Table of public transport services in Raynes Park
| Route number | Start | End | Operator | Frequency | Transport Type | Oyster Zone | Other Info |
|---|---|---|---|---|---|---|---|
| N/A | London Waterloo | Dorking | South Western Railway | 30 mins | Heavy Rail/Railway | 4 |  |
| N/A | London Waterloo | Epsom | South Western Railway | Rush Hour Only | Heavy Rail/Railway | 4 |  |
| N/A | London Waterloo | Guildford | South Western Railway | 30 mins via both Epsom and Surbiton | Heavy Rail/Railway | 4 |  |
| N/A | London Waterloo | Richmond | South Western Railway | 30 mins | Heavy Rail/Railway | 4 |  |
| N/A | London Waterloo | Hampton Court | South Western Railway | 30 mins | Heavy Rail/Railway | 4 |  |
| N/A | London Waterloo | Shepperton | South Western Railway | 30 mins | Heavy Rail/Railway | 4 |  |
| N/A | London Waterloo | Chessington South | South Western Railway | 30 mins | Heavy Rail/Railway | 4 |  |
| 57 | Kingston | Clapham Park | Go-Ahead London/London General | 10 mins 24/7 | Bus | N/A | Via Kingston Hospital |
| 131 | Kingston | Tooting Broadway | Go-Ahead London/London General | 8-12 mins Joint night bus service with route N87. | Bus | N/A | Via New Malden |
| N87 | Kingston | Aldwych | Go-Ahead London/London General | 20 mins | Bus | N/A | Via New Malden |
| 152 | Pollards Hill | New Malden | Go-Ahead London/London General | 10 mins | Bus | N/A |  |
| 163 | Wimbledon | Morden | Go-Ahead London/London General | 10 mins | Bus | N/A | Via Lower Morden |
| K5 | Morden | Ham | Quality Line/RATP Group | 30 mins with no Sunday or Public Holidays service | Bus | N/A | Via Circle Gardens and Wimbledon Chase |
| 655 | Mitcham | Raynes Park High School | Go-Ahead London/London General | School Bus Service | Bus | N/A |  |
| 200 | Mitcham | Raynes Park | Go-Ahead London/London General | 10 mins | Bus | N/A |  |

==Sport and leisure==

Raynes Park has a Non-League football club Raynes Park Vale F.C. who play at Prince George's Fields. Other leisure facilities in the area include the Raynes Park Residents Lawn Tennis Club, and the Malden Golf Club. The Malden Golf Club was founded in 1893 and the parkland course is set over an area of 120 acres. Wimbledon United CC have fielded a number of Sunday cricket teams with great success at their home ground at Cottenham Park for the past 90 years. Cannon Hill Common is popular for walking, cycling, recreational fishing and angling, dog walking, bird watching and represents a small piece of countryside within the city of London. Wimbledon Volleyball Club is based at Raynes Park High School.
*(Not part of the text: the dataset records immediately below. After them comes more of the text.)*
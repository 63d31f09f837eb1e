import { afterAll, beforeAll, describe, expect, it } from 'vitest'
import { modificationAnswer, modificationsAnswer, modificationWorthAnswer } from '#shared/schemas/answers/modification'
import type { ModificationAnswer, ModificationsAnswer, ModificationWorthAnswer } from '#shared/types/modification'
import { rankingRequestExample } from '../factories/requests'
import { expectProblem, get, post, unlimited } from './client'
import { startApp, type TestApp } from './harness'

let app: TestApp
beforeAll(async () => {
  app = await startApp(unlimited)
})
afterAll(() => app.stop())

const read = async <T>(path: string) => {
  const { status, body } = await get(app.baseUrl + path)
  expect(status, JSON.stringify(body)).toBe(200)
  return body as unknown as T
}

describe('GET /api/modifications', () => {
  it('lists every modification with what the pulls say, as the description says', async () => {
    const answer = await read<ModificationsAnswer>('/api/modifications')
    expect(modificationsAnswer.safeParse(answer).error).toBeUndefined()
    expect(answer.modifications.map(({ slug }) => slug).sort()).toEqual(['flukes-painted', 'hinge-locked', 'roll-bar-removed', 'shank-edge-blunted'])
    for (const { ratios, price, addedMassKg, designs } of answer.modifications) {
      expect(ratios).toHaveLength(4)
      expect(designs).toHaveLength(1)
      expect(price?.currency).toBe('EUR')
      expect(addedMassKg).toEqual(expect.any(Number))
      for (const { ratio: { low90, median, high90 }, pairs, verdict } of ratios) {
        expect(low90 < median && median < high90).toBe(true)
        expect(verdict === null).toBe(pairs === 0)
      }
    }
  })
})

describe('GET /api/modifications/{slug}', () => {
  it('gives ratios, the pairs behind them and the worth for the reference plan, as the description says', async () => {
    const answer = await read<ModificationAnswer>('/api/modifications/shank-edge-blunted')
    expect(modificationAnswer.safeParse(answer).error).toBeUndefined()
    expect(answer.pairs.length).toBe(answer.pairsInAll)
    // Newest first; both sides of every pair are there.
    expect(answer.pairs.map(({ day }) => day)).toEqual(answer.pairs.map(({ day }) => day).toSorted().reverse())
    for (const { modified, unmodified, design } of answer.pairs) {
      expect([modified.length, unmodified.length, design]).toEqual([1, 1, 'fennigar'])
    }
    // Pairs that enter the fit are among those listed: a fouled or unset side keeps one out.
    const entering = answer.pairs.filter(({ modified, unmodified }) => [...modified, ...unmodified].every(({ setting }) => setting === 'set' || setting === 'setAfterDragging'))
    expect(entering.length).toBe(answer.modification.ratios.reduce((sum, { pairs }) => sum + pairs, 0))
    expect(answer.worth).toMatchObject({ massKg: 20, upliftFactor: 1 })
    expect(answer.worth.seabeds.map(({ seabed }) => seabed)).toEqual(answer.modification.ratios.map(({ seabed }) => seabed))
    expect(answer.sizes.every(({ design, price }) => design === 'fennigar' && price !== null)).toBe(true)
  })

  it('finds the blunted edge worse in firm mud, as the demo world has it', async () => {
    const { modification } = await read<ModificationAnswer>('/api/modifications/shank-edge-blunted')
    expect(modification.ratios.find(({ seabed }) => seabed === 'firm-mud')?.verdict).toBe('worse')
  })

  it.each(['no-such', '%27', '__proto__', 'Shank', '%00', '..%2f', 'a'.repeat(300)])('has nothing at %s', async (slug) => {
    expectProblem(await get(`${app.baseUrl}/api/modifications/${slug}`), 404)
  })

  it.each(['/api/modifications?x=1', '/api/modifications/shank-edge-blunted?x=1'])('refuses %s', async (path) => {
    expectProblem(await get(app.baseUrl + path), 422)
  })
})

describe('POST /api/modification-worths', () => {
  const send = (body: unknown) => post(`${app.baseUrl}/api/modification-worths`, body)

  it('gives the worth for a plan, as the description says', async () => {
    const { status, body } = await send({ modification: 'hinge-locked', plan: rankingRequestExample() })
    expect(status).toBe(200)
    expect(modificationWorthAnswer.safeParse(body).error).toBeUndefined()
    const { worth } = body as unknown as ModificationWorthAnswer
    expect(worth.massKg).toBe(15)
    for (const { changeN, changeMs, sameAsKg } of worth.seabeds) {
      // All three say the same of the ratio: which side of nothing it lies on.
      expect(Math.sign(changeN.median)).toBe(Math.sign(changeMs?.gust.median ?? 0))
      expect(Math.sign(changeN.median)).toBe(Math.sign(sameAsKg.median - 15))
    }
  })

  it('is at the reference plan what the page of the modification says', async () => {
    const { reference, worth } = await read<ModificationAnswer>('/api/modifications/hinge-locked')
    const { body } = await send({ modification: 'hinge-locked', plan: reference })
    expect((body as unknown as ModificationWorthAnswer).worth).toEqual(worth)
  })

  it('refuses a bad request by the field, and an unknown modification', async () => {
    expectProblem(await send({ modification: 'no-such', plan: rankingRequestExample() }), 404)
    const answer = await send({ modification: 'hinge-locked', plan: { ...rankingRequestExample(), depthM: -1 } })
    expectProblem(answer, 422)
    expect(Object.keys(answer.body.fields as object)).toContain('plan.depthM')
    expectProblem(await send({ modification: 'hinge-locked' }), 422)
    expectProblem(await send({ modification: 'hinge-locked', plan: { ...rankingRequestExample(), depthM: 200 } }), 422)
  })
})
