import { visitor } from '#shared/access/mayRead'
import { modificationsQuery } from '#shared/schemas/modification'
import { modification } from '../../services/modifications'
import { apiHandler } from '../../utils/handler'
import { slugOf } from '../../utils/slug'
import { queryOf, validate } from '../../utils/validate'

/** One modification, the pairs behind it and what it is worth for a reference plan. */
export default apiHandler((event) => {
  validate(modificationsQuery, queryOf(event.path))
  return modification(visitor, slugOf(event))
})
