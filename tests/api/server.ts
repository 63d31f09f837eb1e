import { spawn } from 'node:child_process'
import { randomBytes } from 'node:crypto'
import { builtServer } from '../../seed/host/project.mjs'
import { freePort } from '../../seed/host/shell.mjs'

export interface Server {
  /** http://127.0.0.1:port */
  baseUrl: string
  /** the origin that the server believes it has, http://localhost:port */
  origin: string
  /** everything it has printed so far */
  output: () => string
  stop: () => Promise<void>
}

const readyWithinMs = 60_000

async function untilReady(baseUrl: string, over: () => boolean, output: () => string) {
  const end = Date.now() + readyWithinMs
  while (!over() && Date.now() < end) {
    const answer = await fetch(`${baseUrl}/api/ready`).catch(() => null)
    if (answer?.ok) return
    await new Promise(resolve => setTimeout(resolve, 50))
  }
  throw new Error(`the server did not become ready:\n${output()}`)
}

/** Starts the built server on a free port against a database and waits until it is ready, unless told not to wait. */
export async function startServer(databaseUrl: string, env: Record<string, string> = {}, { wait = true } = {}): Promise<Server> {
  const port = await freePort()
  const child = spawn(process.execPath, [builtServer], {
    env: {
      PATH: process.env.PATH, NODE_ENV: 'production', KEDGEWISE_DEMO: '1', HOST: '127.0.0.1', PORT: String(port), DATABASE_URL: databaseUrl,
      APP_ORIGIN: `http://localhost:${port}`, NUXT_SESSION_PASSWORD: randomBytes(32).toString('base64url'), ...env,
    },
    stdio: ['ignore', 'pipe', 'pipe'],
  })
  let printed = ''
  for (const stream of [child.stdout, child.stderr]) stream.on('data', chunk => printed += String(chunk))
  const ended = new Promise<void>(resolve => child.on('exit', () => resolve()))
  const stop = async () => {
    child.kill('SIGTERM')
    const timer = setTimeout(() => child.kill('SIGKILL'), 5000)
    await ended
    clearTimeout(timer)
  }
  const baseUrl = `http://127.0.0.1:${port}`
  const server = { baseUrl, origin: `http://localhost:${port}`, output: () => printed, stop }
  if (!wait) return server
  try {
    await untilReady(baseUrl, () => child.exitCode !== null, () => printed)
    return server
  }
  catch (error) {
    await stop()
    throw error
  }
}
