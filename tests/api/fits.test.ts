import { afterAll, beforeAll, describe, expect, it } from 'vitest'
import { fitAnswer } from '#shared/schemas/answers/fit'
import type { FitAnswer } from '#shared/types/fit'
import { fitPullExample, fitRequestExample } from '../factories/requests'
import { expectProblem, post, unlimited } from './client'
import { startApp, type TestApp } from './harness'

let app: TestApp
beforeAll(async () => {
  app = await startApp(unlimited)
})
afterAll(() => app.stop())

const ask = (request: unknown) => post(`${app.baseUrl}/api/fits`, request)

async function fits(request: unknown): Promise<FitAnswer> {
  const { status, body } = await ask(request)
  expect(status, JSON.stringify(body)).toBe(200)
  return body as unknown as FitAnswer
}

describe('POST /api/fits', () => {
  it('answers as the description says, from a worker thread', async () => {
    const answer = await fits(fitRequestExample())
    expect(fitAnswer.safeParse(answer).error).toBeUndefined()
    expect(answer.estimates.map(({ design }) => design).sort()).toEqual(['north', 'south'])
    expect(answer.dataHash).not.toBe('')
  })

  it('does not care for the order of pulls', async () => {
    const { pulls } = fitRequestExample()
    expect(await fits({ pulls: pulls.toReversed() })).toEqual(await fits({ pulls }))
  })

  it('fits one free mean a design and seabed where nothing is pooled', async () => {
    const answer = await fits({ ...fitRequestExample(), pooled: false })
    expect(answer.estimates.every(({ lnMean15Kg }) => lnMean15Kg !== null && Math.exp(lnMean15Kg) > 1000 && Math.exp(lnMean15Kg) < 4000)).toBe(true)
  })

  it('says why a design that never held has no mean', async () => {
    const pulls = [1, 2, 3].map(day => ({ ...fitPullExample(), trial: `day ${day}`, set: false, heldN: 0, movedN: null }))
    const answer = await ask({ pulls: [...fitRequestExample().pulls, ...pulls.map(pull => ({ ...pull, design: 'never' }))], pooled: false })
    expect(answer.status).toBe(200)
  })

  it('takes 5 000 pulls in one body, and refuses one more', async () => {
    const many = (count: number) => ({ pulls: Array.from({ length: count }, (_, i) => ({ ...fitPullExample(), trial: `day ${i % 10}`, heldN: 1000 + i % 700 })), pooled: false })
    expect(await ask(many(5001))).toMatchObject({ status: 422 })
    expect((await ask(many(5000))).status).toBe(200)
  })

  it('names the field of a pull that says nothing', async () => {
    const answer = await ask({ pulls: [fitPullExample(), { ...fitPullExample(), heldN: 0, movedN: null }] })
    expectProblem(answer, 422)
    expect(Object.keys(answer.body.fields as object)).toEqual(['pulls.1.heldN'])
  })

  it('lets one run and four wait; the next is told to come back', async () => {
    const heavy = { pulls: Array.from({ length: 600 }, (_, i) => ({ ...fitPullExample(), design: `d ${i % 12}`, trial: `day ${i % 25}`, heldN: 1000 + 37 * i % 1500, movedN: 2600 })) }
    const answers = await Promise.all(Array.from({ length: 12 }, () => ask(heavy)))
    const busy = answers.filter(({ status }) => status === 429)
    expect(busy.length).toBeGreaterThan(0)
    for (const answer of busy) {
      expectProblem(answer, 429)
      expect(Number(answer.headers.get('retry-after'))).toBeGreaterThan(0)
    }
    expect(answers.filter(({ status }) => status === 200).length).toBeGreaterThanOrEqual(5)
    expect((await ask(fitRequestExample())).status).toBe(200)
  })

  it('is not open to other origins', async () => {
    expect((await ask(fitRequestExample())).headers.has('access-control-allow-origin')).toBe(false)
  })
})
From 2010 to 2022 the MyRaynesPark Festival took place annually for a week during the summer, providing arts and cultural events for the local community, with previous guest speakers including Yasmin Alibhai-Brown and Tim Vine.

In 2025, Raynes Park hosted its first Free Film Festival. This included feature films, as well as short films by local filmmakers including Keif Gwinn, Carmela Corbett, and Mark Lever.

== Notable residents ==
- Oliver Reed, actor
- Richard Briers, actor
- Mike Lindup, Level 42 keyboard player & vocalist
- Ted Drake, Arsenal & England footballer, Chelsea manager lived in Devas Road
- Danny Cipriani, England rugby player
- Chris Powell, footballer
- Martin Brett (Brett Martini), musician, Voice of the Beehive
- Graham Stuart, footballer
- Dave Benson-Phillips, children's television presenter, who lived in Cannon Hill Lane
- Mavis Cheek, novelist, as a child
- Tubby Hayes, jazz musician
- Jay Laga'aia, actor
- Max Clifford, former publicist
- Bella Emberg, actor and comedian
- Ed Gamble, comedian and podcaster
- Hayley Mills, actor lived on Cambridge Road
- Dane Vilas, South African cricketer and coach.